Elena?” Ruby Jo says.
No. Yes. I have no idea. “Sure. Fine.”
Click. Click. Click.
“Lissa? What is it with you and that pen?” I say finally.
She grins at me, and the grin takes twenty-five years off her face. “It’s a camera, honey. I used to be a teacher until I retired,” she says. “History. Now I work as a reporter. Freelance, but it keeps me busy. The only question is how I’m going to get enough credible information to expose these assholes. Well, make that two questions. I don’t know how I’ll get that information out of here without a phone. Tricky. What else did you see in his apartment?” Her tone is sharp, and she softens it. “Sorry, I can’t help being brusque when I’m in reporter mode.”
I shrug and think back to the sights and smells. “Coffee. Good Scotch. A pipe on one of the shelves, tucked back behind something else.”
“That’s all?”
“Oh—when I was leaving, his phone rang. The lock screen had a shot of him with a woman and two boys. She seemed familiar. I don’t know—the way she stood or something.” I try like hell to conjure it up in the space before my eyes, but I can’t; it happened too quickly. “She was wearing a hat. That’s all I saw before I got the hell out of there. He’s married, but he was coming on strong.”

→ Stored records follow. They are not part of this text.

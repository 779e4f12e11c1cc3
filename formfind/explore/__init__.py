"""The live exploration page (`formfind explore`): a small local server and a page in plain HTML, CSS, JS
and SVG. It computes no mechanics of its own: every answer is the library's find, analyse and check of
the case file with the page's settings applied to its table (`settings`), validated by the same rules
as a case file (`answer`), served by `server`."""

Lissa’s eyebrows waggle up and down and up once, and stay high on her forehead.
“Told you I didn’t like him,” Ruby Jo says.

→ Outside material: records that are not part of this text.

async function main(): Promise<void> {
  const args = parseArgs({
    args: process.argv.slice(2),
    options: {
      reset: { type: 'boolean', default: false },
      speed: { type: 'string', default: '600' },
      hours: { type: 'string', default: String(DEMO_DAY.durationMin / 60) },
      'no-build': { type: 'boolean', default: false },
      attach: { type: 'string' },
      'public-url': { type: 'string' },
      help: { type: 'boolean', default: false },
    },
    strict: true,
  }).values;
  if (args.help) {
    say('usage: npm run demo [-- --reset] [-- --speed 600|max] [-- --hours 24] [-- --no-build] [-- --attach http://host:3000 [--public-url http://localhost:3000]]');
    return;
  }
  const speed = parseSpeed(args.speed);
  const env: Record<string, string> = { ...DEFAULTS, ...(process.env as Record<string, string>) };
  for (const [k, v] of Object.entries(DEFAULTS)) if (!process.env[k]) env[k] = v;
  const databaseUrl = env.DATABASE_URL!;
  const dbName = new URL(databaseUrl).pathname.slice(1) || 'ausline_demo';
  const stateDir = env.AUSLINE_DEMO_STATE_DIR ?? join(ROOT, '.ausline-demo');
  const statePath = join(stateDir, `state-${dbName}.json`);
  const apiUrl = (args.attach ?? `http://127.0.0.1:${env.PORT}`).replace(/\/$/, '');
  const publicUrl = (args['public-url'] ?? (args.attach ? apiUrl : `http://localhost:${env.PORT}`)).replace(/\/$/, '');

  const children: ChildProcess[] = [];
  let simulator: Simulator | null = null;
  let shuttingDown = false;
  let exitCode = 0;
  const shutdown = async (code: number) => {
    if (shuttingDown) {
      if (code !== 1) process.exit(code); // a second Ctrl-C: leave at once (children are killed on exit)
      return;
    }
    shuttingDown = true;
    exitCode = code === 130 || code === 143 ? 0 : code;
    say('\ndemo: stopping the plant (sending what is buffered), then the worker and the api ...');
    simulator?.stop();
    // runPlant resolves once the outboxes are drained; the children are stopped in finally below.
    if (!simulator) await stopChildren(children).then(() => process.exit(exitCode));
  };
  process.on('SIGINT', () => void shutdown(130));
  process.on('SIGTERM', () => void shutdown(143));
  process.on('exit', () => children.forEach((c) => c.exitCode === null && c.kill('SIGKILL')));

  if (!args.attach) {
    if (args.reset) {
      await dropDatabase(databaseUrl, dbName);
      await rm(statePath, { force: true });
      say(`demo: dropped database ${dbName} and the demo state`);
    }
    await ensureDatabase(databaseUrl, dbName);
    if (!args['no-build']) buildIfStale();
    await runNode('migrate', ['libs/db/dist/bin/migrate.js'], env);
  }

  const state = await loadState(statePath, apiUrl);
  state.apiUrl = apiUrl;
  const adminPassword = await ensureAdmin(state, env);
  await saveState(statePath, state);

  if (!args.attach) {
    children.push(startChild('api', 'apps/api/dist/main.js', env), startChild('worker', 'apps/worker/dist/main.js', env));
    for (const child of children) {
      child.once('exit', (code, signal) => {
        if (!shuttingDown) {
          process.stderr.write(`demo: the ${(child as ChildProcess & { label?: string }).label} stopped (${signal ?? `exit code ${code}`}); stopping the demo\n`);
          void shutdown(1);
        }
      });
    }
  }
  await waitReady(apiUrl, children);

  // Sign in as the admin (a state file from an older database may hold a stale password: reset it then).
  let adminToken: string;
  try {
    adminToken = (await new ApiClient(apiUrl).post<{ token: string }>('/v1/auth/login', { email: FIRST_ADMIN.email, password: adminPassword })).token;
  } catch (error) {
    if (!(error instanceof ApiError && error.status === 401)) throw error;
    delete state.passwords[FIRST_ADMIN.email];
    const fresh = await ensureAdmin(state, env);
    adminToken = (await new ApiClient(apiUrl).post<{ token: string }>('/v1/auth/login', { email: FIRST_ADMIN.email, password: fresh })).token;
  }

  const setup = await setupDemoPlant({
    apiUrl,
    adminToken,
    knownPasswords: state.passwords,
    knownKeys: state.keys,
    log: (e) => say(formatLogEvent(e)),
  });
  for (const user of setup.createdUsers) state.passwords[user.email] = user.oneTimePassword;
  state.plant = setup.plant;
  state.keys = setup.keys;
  await saveState(statePath, state);

  const newlyShown = new Set([...setup.createdUsers.map((u) => u.email), ...(adminShownNow ? [FIRST_ADMIN.email] : [])]);
  const line = '─'.repeat(78);
  say(line);
  say(` Ausline demo: ${PLANT_NAME} (an invented plant)`);
  say(` Dashboard:  ${publicUrl}/`);
  say(` API docs:   ${publicUrl}/docs`);
  say(' Sign in as:');
  for (const user of [FIRST_ADMIN, ...DEMO_USERS]) {
    const pw = newlyShown.has(user.email) ? `one-time password ${state.passwords[user.email]}  (shown once)` : `password shown when it was created; kept in ${statePath}`;
    say(`   ${user.email.padEnd(34)} ${user.roles.join('+').padEnd(13)} ${pw}`);
  }
  if (state.demoDay === null) {
    say(` Playing the last ${args.hours} h of plant time at ${Number.isFinite(speed) ? `${speed}×` : 'full speed'}, then live. Planted problems: ${PLANTED_PROBLEMS.join(', ')}.`);
  } else {
    say(' The demo day was played before; the plant goes on with routine production from where it stopped.');
  }
  say(' Ctrl-C stops everything.');
  say(line);

  try {
    await runPlant({
      apiUrl,
      state,
      statePath,
      speed,
      scenario: 'auto',
      hours: Number(args.hours),
      stopAtNow: false,
      log: (e) => {
        if (e.level === 'info' && e.msg === 'load out of the salt') return; // the batch line says enough
        say(formatLogEvent(e));
      },
      onStart: (s) => (simulator = s),
    });
  } finally {
    await stopChildren(children);
  }
  process.exit(exitCode);
}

What matters, according to Lissa, isn’t that any of us like or don’t like Alex. What matters is that he seems to like me.
Two sets of eyes are on mine now, reminding me of a childhood playground game. In Ruby Jo’s and Lissa’s stares, I hear three words.
Tag. You’re it.
FIFTY-TWO
We leave for lunch, filing in past the lines of children walking into the dining hall. I stay close enough to them to brush my hand against Freddie and whisper, “It’s going to be all right, baby girl. Trust me.” Freddie looks up with wide, frightened eyes, and I wonder if she can hear the uncertainty in my voice.
The next-to-last girl in line turns hard, accusing eyes at me. I recognize her as Sabrina Fox, the girl whose mother was practically dragging her into a car, insisting they go home at the same time Sabrina insisted the opposite. She nudges the girl next to her. They’re close enough that I can hear Judy Green’s words spoken so softly they sound like sighs.
“It’s her fault. She’s a monster. And you know I should have crushed that test last week.”
Judy and Sabrina continue to whisper. I get every poisonous syllable they say.
Only a week ago, I watched Judy’s mother, Sarah, pull yellow flowers from the beds in front of their house. I don’t want to revisit that place, but not wanting to isn’t enough to prevent me from going there, from hearing Sarah scream at me while a yellow bus took her daughter away.
Every single report we got said her Q was almost perfect.
Did you know something? Did you hold anything back from me?
How did she lose the Q points? Tell me that, El.
I guess you’ll have more time for your top two percent now, El. Good luck with them.
And a few days after that, Jolene Fox blowing smoke in my face, calling Malcolm an asshole, wondering why her girl dropped from a silver school to here in the blink of an eye.
Now I’m back in the dining hall listening to the girls, wishing I could stop my ears. Did I know something? No, I didn’t.
When I pass close to Judy, she stares hard into my eyes. “You should have studied history, you bitch. Don’t you know it repeats itself?”
“What did you say?”
“You heard me.”
Sabrina mumbles something about Judy not being herself. “She’s sorry. Really.” Judy doesn’t seem to agree, but lets Sabrina lead her by the arm and pull her gently along to one of the long tables, out of earshot.